We believe that patient education can be an additional method to complement. There are several studies, not only associated with the field of dermatology, which described the significant influence of patient’s education on the course of diseases, its severity, treatment efficacy, or quality of life (QoL). In the randomized controlled trial by Heratizadeh et al., the educational training program among adults with atopic dermatitis (AD) shows beneficial effects on a variety of psychosocial parameters, as well as AD severity [7]. In another review study, which objective of the article was to analyse and summarize evidence concerning the effects of patient education on QoL and disease severity in patients with chronic skin diseases, in five of 10 studies that met the inclusion criteria, statistically significant improvements in QoL were reported. Moreover, the severity of skin disease significantly improved in three studies [8]. However, slightly different results were shown in the meta-analysis, which determined the role of health education in HS treatment and its impact on outcomes in patients with chronic HS. The biggest impact of education was shown in terms of adherence to pharmacological therapy and self-care in that research, but education did not affect QoL [9]. A notable difference worth underlining is that the main educational tool used in the above-mentioned studies is educational programs, not the literature like books or handbooks, as it is in our research.

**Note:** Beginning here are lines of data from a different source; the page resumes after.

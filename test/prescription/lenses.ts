/** Invented lenses for the tests. */
import type { Glass, Prescription, Surface } from '../../src/prescription/prescription.js';

/** nm, the d line. */
export const D_LINE = 587.5618;

export const degrees = (tangent: number) => (Math.atan(tangent) * 180) / Math.PI;

/** A six-surface lens of f 49.95 mm and f/4 over 18 degrees that leans on its higher orders. */
export function sixSurfaceLens(overrides: Partial<Prescription> = {}): Prescription {
  return {
    name: 'six surfaces',
    wavelengthNm: D_LINE,
    surfaces: [
      { radiusMm: 24.25, thicknessMm: 3, glass: { nd: 1.62041, vd: 60.3 } },
      { radiusMm: -68.6, thicknessMm: 6 },
      { radiusMm: -15.02, thicknessMm: 1.2, glass: { nd: 1.61659, vd: 36.6 }, stop: true },
      { radiusMm: 15.4, thicknessMm: 6.05 },
      { radiusMm: 137.5, thicknessMm: 3, glass: { nd: 1.62041, vd: 60.3 } },
      { radiusMm: -13.88 },
    ],
    aperture: { entrancePupilMm: 12.5 },
    field: { halfAngleDeg: 18 },
    ...overrides,
  };
}

/** The same with its stop in the plane `z` of the entrance pupil, measured from the first surface of glass.
 */
export function withStopAt(lens: Prescription, z: number): Prescription {
  const surfaces: Surface[] = [
    { stop: true, thicknessMm: -z },
    ...lens.surfaces.map(({ stop: _, ...surface }) => surface),
  ];
  const { objectDistanceMm } = lens;
  return {
    ...lens,
    surfaces,
    objectDistanceMm: objectDistanceMm === undefined ? undefined : objectDistanceMm + z,
  };
}

/** A biconvex lens of f 50 mm at f/8 over 6 degrees, stop in front. */
export function singlet(overrides: Partial<Prescription> = {}): Prescription {
  return {
    name: 'singlet',
    wavelengthNm: 550,
    surfaces: [
      { stop: true, thicknessMm: 4 },
      { radiusMm: 42, thicknessMm: 3.5, glass: { nd: 1.5168, vd: 64.17 } },
      { radiusMm: -66 },
    ],
    scaleToFocalLengthMm: 50,
    aperture: { fNumber: 8 },
    field: { halfAngleDeg: 6 },
    ...overrides,
  };
}

/** A cemented doublet of f 60 mm at f/6 over 4 degrees, with an aspheric last surface and a near object. */
export function doublet(overrides: Partial<Prescription> = {}): Prescription {
  return {
    name: 'doublet',
    wavelengthNm: 600,
    surfaces: [
      { radiusMm: 37.5, thicknessMm: 5, glass: { code: 517642 }, stop: true },
      { radiusMm: -27, thicknessMm: 2, glass: { nd: 1.62, vd: 36.4 } },
      { radiusMm: -92, conic: -3, asphericMm: { A4: 2e-7 } },
    ],
    scaleToFocalLengthMm: 60,
    objectDistanceMm: 500,
    aperture: { fNumber: 7 },
    field: { halfAngleDeg: 4 },
    ...overrides,
  };
}

/** A thin lens in air (two surfaces without thickness) of shape q = (r2 + r1)/(r2 - r1), stop at the lens. */
export function thinLensSurfaces(glass: Glass, n: number, q: number, focalMm: number): Surface[] {
  const radius = (shape: number) => (shape === 0 ? undefined : (2 * focalMm * (n - 1)) / shape);
  return [
    { radiusMm: radius(q + 1), thicknessMm: 0, glass },
    { radiusMm: radius(q - 1), thicknessMm: 0 },
  ];
}

/** A three-element lens of f 12 mm at f/4 to 4.6 mm image height, for a camera over the belt of a packing
 * hall. Its rims cut a little of the beam in the corners. */
export function packhouseLens(overrides: Partial<Prescription> = {}): Prescription {
  const crown = { nd: 1.6935, vd: 53.2 };
  const flint = { nd: 1.6727, vd: 32.2 };
  return {
    name: 'three-element lens, packing hall',
    wavelengthNm: 550,
    surfaces: [
      { radiusMm: 3.83, thicknessMm: 1.64, glass: crown, semiDiameterMm: 2.2 },
      { radiusMm: -98, thicknessMm: 0.25, semiDiameterMm: 1.75 },
      { radiusMm: -18, thicknessMm: 0.6, glass: flint, semiDiameterMm: 1.55 },
      { radiusMm: 3.41, thicknessMm: 0.23, semiDiameterMm: 1.25 },
      { stop: true, thicknessMm: 0.92 },
      { radiusMm: 9.32, thicknessMm: 3.8, glass: crown, semiDiameterMm: 1.7 },
      { radiusMm: -24.7, semiDiameterMm: 2.5 },
    ],
    scaleToFocalLengthMm: 12,
    aperture: { fNumber: 4 },
    field: { imageHeightMm: 4.6 },
    ...overrides,
  };
}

In our study, both groups mostly stated that smoking may worsen the severity of the disease, group A – 78.4%, group B – 90%, respectively. However, only 33.3% of patients before reading the handbook knew that there are some medications, which can help in smoking cessation. In this area we observed a statistically significant improvement, increasing the percentage of the correct answer to 53.3% among people after our educational intervention (p = 0.048). Currently, seven smoking cessation therapies are approved by the United States Food and Drug Administration (FDA), including two drugs: varenicline, bupropion [10]. As presented by Sabat et al., lifestyle modification, including weight reduction and cessation of smoking, are crucial in HS management and the practitioners should present patients with possible therapeutic options that may help them in achieving their therapeutic goals [1].

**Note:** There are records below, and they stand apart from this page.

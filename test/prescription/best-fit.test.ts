import fc from 'fast-check';
import { expect, test } from 'vitest';
import type { Waves } from '../../src/optics/rig.js';
import { bestFit } from '../../src/prescription/best-fit.js';
import { type ExactField, exactField, modelWavefront } from '../../src/prescription/exact-field.js';
import { lensModel } from '../../src/prescription/lens-model.js';
import { packhouseLens } from './lenses.js';

const { reference } = lensModel(packhouseLens());
const traced = [0, 0.4, 0.7, 1].map((h) => exactField(reference, h));

/** Field points whose wavefront is that of the coefficients, with a tilt a h^3 and any piston. */
function synthetic(waves: Waves, tilt = waves.W311, piston = 0.3): ExactField[] {
  return traced.map((field) => ({
    ...field,
    wavefrontMm: modelWavefront(field, waves).map(
      (value, i) => (value + tilt * field.h ** 3 * field.samples.m[i] + piston * field.h) * 550e-6,
    ),
  }));
}

const coefficient = fc.double({ min: -5, max: 5, noNaN: true });

test('finds the coefficients that a wavefront is made of, whatever its piston, also over a vignetted pupil', () => {
  expect(traced[3].openShare).toBeLessThan(0.999);
  fc.assert(
    fc.property(
      fc.record({
        W040: coefficient,
        W131: coefficient,
        W222: coefficient,
        W220: coefficient,
        W311: coefficient,
        W020: coefficient,
        W111: fc.constant(0),
      }),
      (waves) => {
        const found = bestFit(synthetic(waves), 550);
        // columns as alike as rho^4 and rho^2 lose three digits
        for (const name of Object.keys(waves) as (keyof Waves)[])
          expect(Math.abs(found[name] - waves[name])).toBeLessThan(1e-11);
      },
    ),
    { numRuns: 50, seed: 2 },
  );
});

test('leaves less of the exact wavefront, weighed as it weighs, than any coefficients near by', () => {
  const best = bestFit(traced, 550);
  const cost = (waves: Waves) =>
    traced.reduce((sum, field) => {
      const exact = field.wavefrontMm.map((value) => value / 550e-6);
      const left = modelWavefront(field, waves).map((value, i) => exact[i] - value);
      return sum + variance(field, left) / (variance(field, exact) + 1 / 14 ** 2);
    }, 0);
  const least = cost(best);
  for (const name of ['W040', 'W131', 'W222', 'W220', 'W020'] as const)
    for (const step of [-0.02, 0.02])
      expect(cost({ ...best, [name]: best[name] + step })).toBeGreaterThan(least);
});

/** Variance over the pupil with the tilt of best fit out, by another way than the code's: projection on m. */
function variance({ samples }: ExactField, values: Float64Array): number {
  const { m, weight } = samples;
  const mean = (f: (i: number) => number) => weight.reduce((sum, w, i) => sum + w * f(i), 0);
  const mM = mean((i) => m[i]);
  const mV = mean((i) => values[i]);
  const covariance = mean((i) => m[i] * values[i]) - mM * mV;
  return mean((i) => values[i] ** 2) - mV ** 2 - covariance ** 2 / (mean((i) => m[i] ** 2) - mM ** 2);
}

test('refuses a single field point, and dark ones', () => {
  expect(() => bestFit([traced[1], traced[1]], 550)).toThrow(/at least two field points.*found 0.4, 0.4/);
  const dark = { ...traced[2], wavefrontMm: new Float64Array(0) };
  expect(() => bestFit([traced[1], dark], 550)).toThrow(/at least two field points/);
});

High scores obtained from patients on questions about the idea of preparing the handbook, its usefulness, and meeting their expectations about it show that such educational tools may increase not only the patients’ knowledge but also satisfaction with the treatment process. It has also been shown in two other studies. A systemic review by Dicpinigaitis et al. concluded that patient education neurosurgical programs in different forms, including text-based educational interventions, improve patients’ awareness and satisfaction [11]. In the second study, a randomized controlled trial, authors concluded that written MRI materials before the examination not only reduce the probability of high anxiety levels before the scan but also increase patient satisfaction [12].

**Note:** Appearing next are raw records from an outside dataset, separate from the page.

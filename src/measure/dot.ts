/** The centroid of a dark disc on a bright ground. */
import { InputError } from '../errors.js';
import { solveLinear } from '../numeric/solve-linear.js';
import type { Plane } from './plane.js';

export interface DotGuess {
  x: number;
  y: number;
  radiusPx: number;
  /** Everything within this distance belongs to the disc or to its ground. */
  roomPx: number;
}

/** What a disc must be, to be measured. */
export const DOT_LIMITS = {
  /** Ground around the disc, for its light to be known. */
  groundPx: 4,
  /** Area of the dark over that of the disc. */
  areaShare: 0.5,
  /** How much darker than the ground, as a share of the ground's light. */
  darkness: 0.1,
  clippedShare: 0.01,
  /** Darkness over the noise of a pixel of the ground. */
  darknessOverNoise: 5,
} as const;

/** The outer part of the room is taken for ground. */
const GROUND_SHARE = 0.75;
/** Blur reaches no farther from the disc than this; each pixel more would add noise and no light of the disc.
 */
const BLUR_PX = 10;
/** Width of the circle's soft rim: pixels come in and go out by degrees as the circle moves, so that it comes
 * to rest. */
const RIM_PX = 2;
const MOST_STEPS = 30;
const LEAST_STEP_PX = 1e-3;

/** The centroid of the darkness, 1 - light / ground, over a circle around the disc; the ground is a plane
 * through the ring around it, so that light that falls off across the disc does not move the result. The
 * circle follows the centroid.
 * @throws {InputError} no disc there, cut by the frame, clipped, too faint, too noisy: with the limit and
 *   the value
 */
export function measureDot(plane: Plane, guess: DotGuess): [x: number, y: number] {
  const { radiusPx, roomPx } = guess;
  const innerPx = Math.min(Math.max(radiusPx + 1, GROUND_SHARE * roomPx), radiusPx + BLUR_PX);
  if (roomPx - radiusPx < DOT_LIMITS.groundPx)
    throw new InputError({
      message: 'the disc has too little ground around it',
      found: `${(roomPx - radiusPx).toFixed(1)} px`,
      allowed: `from ${DOT_LIMITS.groundPx} px up`,
    });
  let { x, y } = guess;
  for (let step = 0; ; step++) {
    refuseCut(plane, x, y, roomPx);
    const ground = fitGround(plane, x, y, innerPx, roomPx);
    const dark = darkness(plane, ground, x, y, innerPx);
    refuseUnlikely(plane, dark, ground, guess, x, y);
    const moved = Math.hypot(dark.x - x, dark.y - y);
    [x, y] = [dark.x, dark.y];
    if (moved < LEAST_STEP_PX) return [x, y];
    if (step === MOST_STEPS)
      throw new InputError({
        message: 'shows no disc',
        found: `a centroid that still moves by ${moved.toPrecision(2)} px after ${MOST_STEPS} steps`,
        allowed: `less than ${LEAST_STEP_PX} px`,
      });
  }
}

/** Light of the ground, base + slopeX (x - x0) + slopeY (y - y0) around (x0, y0), and how far its pixels
 * stray from that. */
interface Ground {
  base: number;
  slopeX: number;
  slopeY: number;
  noise: number;
}

function fitGround(plane: Plane, x0: number, y0: number, innerPx: number, outerPx: number): Ground {
  const matrix = Array.from({ length: 3 }, () => new Float64Array(3));
  const right = new Float64Array(3);
  let squares = 0;
  let count = 0;
  forCircle(plane, x0, y0, outerPx, (dx, dy, value) => {
    if (Math.hypot(dx, dy) < innerPx) return;
    const terms = [1, dx, dy];
    for (let i = 0; i < 3; i++) {
      for (let j = 0; j < 3; j++) matrix[i][j] += terms[i] * terms[j];
      right[i] += terms[i] * value;
    }
    squares += value * value;
    count++;
  });
  const sums = Float64Array.from(right);
  const [base, slopeX, slopeY] = solveLinear(matrix, right);
  const left = squares - base * sums[0] - slopeX * sums[1] - slopeY * sums[2];
  return { base, slopeX, slopeY, noise: Math.sqrt(Math.max(0, left) / Math.max(1, count - 3)) };
}

function darkness(
  plane: Plane,
  { base, slopeX, slopeY }: Ground,
  x0: number,
  y0: number,
  radiusPx: number,
): { area: number; most: number; x: number; y: number } {
  let area = 0;
  let most = 0;
  let momentX = 0;
  let momentY = 0;
  forCircle(plane, x0, y0, radiusPx, (dx, dy, value) => {
    const dark = 1 - value / (base + slopeX * dx + slopeY * dy);
    const weighted = dark * Math.min(1, (radiusPx - Math.hypot(dx, dy)) / RIM_PX);
    area += weighted;
    most = Math.max(most, dark);
    momentX += weighted * dx;
    momentY += weighted * dy;
  });
  return { area, most, x: x0 + momentX / area, y: y0 + momentY / area };
}

function forCircle(
  { width, height, samples }: Plane,
  x0: number,
  y0: number,
  radiusPx: number,
  look: (dx: number, dy: number, value: number) => void,
): void {
  const top = Math.max(0, Math.ceil(y0 - radiusPx));
  const bottom = Math.min(height - 1, Math.floor(y0 + radiusPx));
  for (let row = top; row <= bottom; row++) {
    const half = Math.sqrt(radiusPx * radiusPx - (row - y0) ** 2);
    const left = Math.max(0, Math.ceil(x0 - half));
    const right = Math.min(width - 1, Math.floor(x0 + half));
    for (let column = left; column <= right; column++)
      look(column - x0, row - y0, samples[row * width + column]);
  }
}

function refuseCut({ width, height }: Plane, x: number, y: number, roomPx: number): void {
  const room = Math.min(x, y, width - 1 - x, height - 1 - y) + 0.5;
  if (room >= roomPx) return;
  throw new InputError({
    message: 'the disc or its ground is cut by the frame',
    found: `${room.toFixed(1)} px to the frame from its middle`,
    allowed: `from ${roomPx.toFixed(1)} px up`,
  });
}

function refuseUnlikely(
  plane: Plane,
  { area, most }: { area: number; most: number },
  ground: Ground,
  { radiusPx, roomPx }: DotGuess,
  x: number,
  y: number,
): void {
  let clipped = 0;
  let count = 0;
  forCircle(plane, x, y, roomPx, (_dx, _dy, value) => {
    if (value === 0 || value === 1) clipped++;
    count++;
  });
  if (clipped / count > DOT_LIMITS.clippedShare)
    throw new InputError({
      message: 'the disc or its ground is clipped at black or white',
      found: `${((100 * clipped) / count).toFixed(1)} % of the pixels`,
      allowed: `up to ${100 * DOT_LIMITS.clippedShare} %`,
      advice: 'Expose so that neither reaches the end of the scale.',
    });
  if (!(most >= DOT_LIMITS.darkness))
    throw new InputError({
      message: 'shows no disc',
      found: `at most ${(100 * most).toFixed(1)} % darker than the ground`,
      allowed: `from ${100 * DOT_LIMITS.darkness} % up`,
    });
  const overNoise = (most * ground.base) / ground.noise;
  if (overNoise < DOT_LIMITS.darknessOverNoise)
    throw new InputError({
      message: 'the disc is too noisy',
      found: `a darkness of ${overNoise.toFixed(1)} times the noise`,
      allowed: `from ${DOT_LIMITS.darknessOverNoise} times up`,
    });
  // a disc of darkness `most` at its middle, or less where the blur is wider than the disc
  const share = area / (most * Math.PI * radiusPx * radiusPx);
  if (share < DOT_LIMITS.areaShare)
    throw new InputError({
      message: 'shows no whole disc',
      found: `a dark area of ${share.toFixed(2)} times that of the disc`,
      allowed: `from ${DOT_LIMITS.areaShare} times up`,
    });
}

This study has some limitations. The most significant involve the difference in the size of the compared groups and the exclusion of patients under the age of 18 from our study. Considering the low prevalence of HS, the research group was also quite meagre. Furthermore, the research was based on an unvalidated questionnaire. Patients aged over 50, with a lower cultural level, and living in the countryside or towns under 20,000 inhabitants are less represented in the study.

Our study demonstrated that knowledge about HS among patients is still insufficient. It is crucial to promote reliable information about the disease as well as to educate patients, especially in the field of rare disorders. Tools such as handbooks may prove useful in disseminating expertise and helping patients to understand their disease. Moreover, it is worth underlining that Facebook may allow efficient and rapid distribution of such reliable medical knowledge. Further research is needed to investigate whether the educational tools in HS could be beneficial not only from the patient’s point of view but may also be cost-effective, due to, inter alia, better mutual understanding and thus cooperation between the patients and the doctors.

Conflict of interest

The authors declare no conflict of interest.